Problem requirements> Among these entries, count the lines containing the word "syscall" and answer with only the number.

Supplied records>
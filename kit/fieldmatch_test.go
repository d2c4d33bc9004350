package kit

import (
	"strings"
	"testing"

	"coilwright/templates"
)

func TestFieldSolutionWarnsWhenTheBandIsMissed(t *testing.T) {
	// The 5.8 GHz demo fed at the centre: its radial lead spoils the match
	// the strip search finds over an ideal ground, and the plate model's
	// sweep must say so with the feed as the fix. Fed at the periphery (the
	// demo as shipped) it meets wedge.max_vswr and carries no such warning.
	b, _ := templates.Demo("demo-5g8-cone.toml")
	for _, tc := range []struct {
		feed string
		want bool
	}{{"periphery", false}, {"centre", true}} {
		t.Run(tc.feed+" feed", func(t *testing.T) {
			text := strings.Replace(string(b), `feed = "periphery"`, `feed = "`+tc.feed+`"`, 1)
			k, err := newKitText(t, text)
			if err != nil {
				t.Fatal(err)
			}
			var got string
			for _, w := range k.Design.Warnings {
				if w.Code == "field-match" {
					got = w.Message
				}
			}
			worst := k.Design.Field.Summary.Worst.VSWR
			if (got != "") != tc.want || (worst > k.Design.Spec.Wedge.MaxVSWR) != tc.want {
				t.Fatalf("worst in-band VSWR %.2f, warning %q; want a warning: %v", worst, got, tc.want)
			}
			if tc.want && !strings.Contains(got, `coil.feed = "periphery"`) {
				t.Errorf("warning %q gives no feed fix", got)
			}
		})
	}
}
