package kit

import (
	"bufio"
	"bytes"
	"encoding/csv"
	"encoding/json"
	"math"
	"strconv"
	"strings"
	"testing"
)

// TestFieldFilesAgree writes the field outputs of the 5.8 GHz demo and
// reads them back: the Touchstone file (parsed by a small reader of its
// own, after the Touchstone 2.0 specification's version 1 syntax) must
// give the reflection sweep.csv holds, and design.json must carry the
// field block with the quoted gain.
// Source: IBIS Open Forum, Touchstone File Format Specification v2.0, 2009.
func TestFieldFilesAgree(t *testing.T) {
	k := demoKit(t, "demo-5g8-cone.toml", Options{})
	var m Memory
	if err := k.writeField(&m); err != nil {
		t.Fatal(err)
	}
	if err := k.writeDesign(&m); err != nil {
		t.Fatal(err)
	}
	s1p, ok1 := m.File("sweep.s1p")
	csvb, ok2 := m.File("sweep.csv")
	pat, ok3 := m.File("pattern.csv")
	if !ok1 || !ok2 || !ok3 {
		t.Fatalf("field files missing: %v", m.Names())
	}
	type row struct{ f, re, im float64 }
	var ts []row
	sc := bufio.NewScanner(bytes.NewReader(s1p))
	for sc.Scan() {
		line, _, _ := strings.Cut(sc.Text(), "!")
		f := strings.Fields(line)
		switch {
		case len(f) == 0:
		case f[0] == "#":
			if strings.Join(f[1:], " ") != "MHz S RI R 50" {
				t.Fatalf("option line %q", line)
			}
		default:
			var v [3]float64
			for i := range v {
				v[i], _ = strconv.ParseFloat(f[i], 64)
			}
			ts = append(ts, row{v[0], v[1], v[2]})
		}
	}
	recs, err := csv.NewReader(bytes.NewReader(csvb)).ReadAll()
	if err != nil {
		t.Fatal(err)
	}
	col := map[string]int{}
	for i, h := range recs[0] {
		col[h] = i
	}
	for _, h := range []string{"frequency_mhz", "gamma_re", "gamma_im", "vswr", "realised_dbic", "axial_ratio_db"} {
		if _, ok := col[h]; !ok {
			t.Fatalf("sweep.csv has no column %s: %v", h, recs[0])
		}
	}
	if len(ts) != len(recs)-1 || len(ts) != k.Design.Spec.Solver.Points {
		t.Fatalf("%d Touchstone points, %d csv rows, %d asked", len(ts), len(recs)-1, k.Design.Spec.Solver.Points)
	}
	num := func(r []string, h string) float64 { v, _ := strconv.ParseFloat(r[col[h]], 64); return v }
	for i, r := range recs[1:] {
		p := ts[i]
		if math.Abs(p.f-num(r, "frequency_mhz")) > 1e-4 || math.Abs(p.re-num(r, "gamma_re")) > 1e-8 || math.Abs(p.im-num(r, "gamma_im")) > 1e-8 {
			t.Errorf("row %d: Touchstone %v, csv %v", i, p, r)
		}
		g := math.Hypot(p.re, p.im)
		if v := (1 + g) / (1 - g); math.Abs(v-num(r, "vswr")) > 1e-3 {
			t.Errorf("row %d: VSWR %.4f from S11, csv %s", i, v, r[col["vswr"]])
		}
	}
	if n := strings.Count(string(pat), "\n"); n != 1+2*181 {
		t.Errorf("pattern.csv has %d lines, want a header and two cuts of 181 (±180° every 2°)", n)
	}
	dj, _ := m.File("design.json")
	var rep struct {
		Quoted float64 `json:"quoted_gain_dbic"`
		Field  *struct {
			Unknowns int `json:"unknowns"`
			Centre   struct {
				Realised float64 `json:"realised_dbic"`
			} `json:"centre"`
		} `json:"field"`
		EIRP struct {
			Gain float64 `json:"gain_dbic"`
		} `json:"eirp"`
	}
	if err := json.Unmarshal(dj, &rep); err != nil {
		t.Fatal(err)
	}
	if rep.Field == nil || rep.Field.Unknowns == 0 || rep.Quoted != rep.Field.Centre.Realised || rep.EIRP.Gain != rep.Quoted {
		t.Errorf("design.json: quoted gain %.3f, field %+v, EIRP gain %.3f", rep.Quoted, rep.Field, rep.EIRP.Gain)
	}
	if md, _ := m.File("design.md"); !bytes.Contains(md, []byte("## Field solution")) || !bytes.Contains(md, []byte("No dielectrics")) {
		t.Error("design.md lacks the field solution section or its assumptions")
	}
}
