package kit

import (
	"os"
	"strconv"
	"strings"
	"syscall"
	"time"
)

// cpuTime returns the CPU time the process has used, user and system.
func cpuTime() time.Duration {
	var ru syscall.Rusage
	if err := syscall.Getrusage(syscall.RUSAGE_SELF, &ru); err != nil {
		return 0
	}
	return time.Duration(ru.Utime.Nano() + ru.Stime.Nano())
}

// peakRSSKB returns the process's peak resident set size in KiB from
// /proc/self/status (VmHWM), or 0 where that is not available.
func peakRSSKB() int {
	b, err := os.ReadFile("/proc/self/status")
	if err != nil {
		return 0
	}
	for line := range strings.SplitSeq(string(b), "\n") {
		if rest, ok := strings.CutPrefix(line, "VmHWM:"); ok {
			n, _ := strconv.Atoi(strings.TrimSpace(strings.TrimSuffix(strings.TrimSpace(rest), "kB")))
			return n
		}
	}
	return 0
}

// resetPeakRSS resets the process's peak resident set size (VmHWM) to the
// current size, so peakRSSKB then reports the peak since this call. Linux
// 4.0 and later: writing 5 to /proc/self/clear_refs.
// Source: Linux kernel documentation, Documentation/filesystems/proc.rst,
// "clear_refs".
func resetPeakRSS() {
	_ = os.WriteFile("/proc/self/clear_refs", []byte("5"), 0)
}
...
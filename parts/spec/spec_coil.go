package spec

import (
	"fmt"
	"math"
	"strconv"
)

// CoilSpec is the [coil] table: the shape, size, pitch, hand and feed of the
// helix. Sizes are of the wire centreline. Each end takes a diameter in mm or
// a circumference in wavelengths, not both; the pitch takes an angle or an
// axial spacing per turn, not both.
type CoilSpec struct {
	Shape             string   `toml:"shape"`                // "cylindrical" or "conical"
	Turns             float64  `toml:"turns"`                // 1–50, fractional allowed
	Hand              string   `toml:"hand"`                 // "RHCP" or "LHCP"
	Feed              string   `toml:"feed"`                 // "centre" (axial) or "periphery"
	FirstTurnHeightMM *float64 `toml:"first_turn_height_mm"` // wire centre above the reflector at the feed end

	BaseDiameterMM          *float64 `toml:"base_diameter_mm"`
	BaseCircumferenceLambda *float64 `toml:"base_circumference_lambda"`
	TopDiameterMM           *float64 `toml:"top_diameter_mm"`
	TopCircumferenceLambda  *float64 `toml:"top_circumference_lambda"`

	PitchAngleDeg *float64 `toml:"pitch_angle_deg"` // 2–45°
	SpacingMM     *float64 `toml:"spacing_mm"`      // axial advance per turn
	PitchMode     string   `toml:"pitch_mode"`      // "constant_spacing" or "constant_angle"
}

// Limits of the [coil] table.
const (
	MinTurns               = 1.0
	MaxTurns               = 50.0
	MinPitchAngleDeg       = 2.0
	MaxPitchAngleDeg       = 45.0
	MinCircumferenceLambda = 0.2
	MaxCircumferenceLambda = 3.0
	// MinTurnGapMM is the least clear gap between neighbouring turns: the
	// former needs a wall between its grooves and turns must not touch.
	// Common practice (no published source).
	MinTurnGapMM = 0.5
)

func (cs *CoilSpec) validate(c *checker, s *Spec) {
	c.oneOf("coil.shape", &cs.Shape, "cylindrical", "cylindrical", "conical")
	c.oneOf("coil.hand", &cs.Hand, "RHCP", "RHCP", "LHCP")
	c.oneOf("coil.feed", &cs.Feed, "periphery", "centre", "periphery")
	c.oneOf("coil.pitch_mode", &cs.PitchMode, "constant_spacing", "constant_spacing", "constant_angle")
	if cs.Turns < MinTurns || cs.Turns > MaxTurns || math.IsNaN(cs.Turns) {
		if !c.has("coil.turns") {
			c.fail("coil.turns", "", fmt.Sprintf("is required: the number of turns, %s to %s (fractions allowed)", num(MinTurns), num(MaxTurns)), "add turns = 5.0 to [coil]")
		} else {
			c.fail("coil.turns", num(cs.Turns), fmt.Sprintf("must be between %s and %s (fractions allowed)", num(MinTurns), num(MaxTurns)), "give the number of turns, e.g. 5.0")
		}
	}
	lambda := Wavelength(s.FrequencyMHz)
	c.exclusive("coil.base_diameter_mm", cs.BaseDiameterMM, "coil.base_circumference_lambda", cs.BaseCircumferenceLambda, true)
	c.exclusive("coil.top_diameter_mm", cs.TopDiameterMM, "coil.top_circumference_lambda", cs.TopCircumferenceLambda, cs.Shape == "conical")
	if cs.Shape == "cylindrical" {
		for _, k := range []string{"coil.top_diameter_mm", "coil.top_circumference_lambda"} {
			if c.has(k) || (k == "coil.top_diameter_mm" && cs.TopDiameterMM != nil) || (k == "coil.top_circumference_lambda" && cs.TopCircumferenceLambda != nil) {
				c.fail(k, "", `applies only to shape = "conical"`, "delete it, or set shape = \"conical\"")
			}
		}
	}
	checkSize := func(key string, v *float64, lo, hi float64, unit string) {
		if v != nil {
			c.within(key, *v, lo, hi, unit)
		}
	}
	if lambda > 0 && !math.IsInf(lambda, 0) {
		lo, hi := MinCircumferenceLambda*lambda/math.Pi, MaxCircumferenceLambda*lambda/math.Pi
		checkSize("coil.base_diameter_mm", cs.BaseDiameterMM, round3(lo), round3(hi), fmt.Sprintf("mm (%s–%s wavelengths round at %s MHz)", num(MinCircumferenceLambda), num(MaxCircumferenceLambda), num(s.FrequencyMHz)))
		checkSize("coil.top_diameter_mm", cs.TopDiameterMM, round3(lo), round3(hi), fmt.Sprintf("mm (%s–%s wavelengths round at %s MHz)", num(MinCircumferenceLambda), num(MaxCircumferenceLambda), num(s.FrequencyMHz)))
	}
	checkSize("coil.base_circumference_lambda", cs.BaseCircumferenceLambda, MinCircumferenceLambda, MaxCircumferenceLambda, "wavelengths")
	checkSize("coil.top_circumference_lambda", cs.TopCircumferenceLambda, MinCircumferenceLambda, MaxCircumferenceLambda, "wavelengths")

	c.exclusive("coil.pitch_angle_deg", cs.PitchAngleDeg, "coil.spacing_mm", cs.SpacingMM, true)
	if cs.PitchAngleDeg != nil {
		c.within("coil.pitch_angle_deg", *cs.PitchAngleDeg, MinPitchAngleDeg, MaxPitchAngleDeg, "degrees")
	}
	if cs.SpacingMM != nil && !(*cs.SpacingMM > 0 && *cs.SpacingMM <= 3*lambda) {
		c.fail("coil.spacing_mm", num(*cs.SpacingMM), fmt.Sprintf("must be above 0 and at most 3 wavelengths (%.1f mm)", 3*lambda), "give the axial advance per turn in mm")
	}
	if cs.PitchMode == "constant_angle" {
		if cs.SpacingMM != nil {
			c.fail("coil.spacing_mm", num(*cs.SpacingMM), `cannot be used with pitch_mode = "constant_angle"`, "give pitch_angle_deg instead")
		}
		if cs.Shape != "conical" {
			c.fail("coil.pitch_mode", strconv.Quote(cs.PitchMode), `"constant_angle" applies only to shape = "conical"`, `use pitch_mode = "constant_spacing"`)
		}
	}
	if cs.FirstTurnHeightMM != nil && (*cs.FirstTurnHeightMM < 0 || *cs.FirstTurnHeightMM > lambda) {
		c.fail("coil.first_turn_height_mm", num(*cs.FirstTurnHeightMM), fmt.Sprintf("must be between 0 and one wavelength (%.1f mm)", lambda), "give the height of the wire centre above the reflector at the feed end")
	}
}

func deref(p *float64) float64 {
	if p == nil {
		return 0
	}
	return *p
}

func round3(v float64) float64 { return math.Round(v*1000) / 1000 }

Solved problem> 3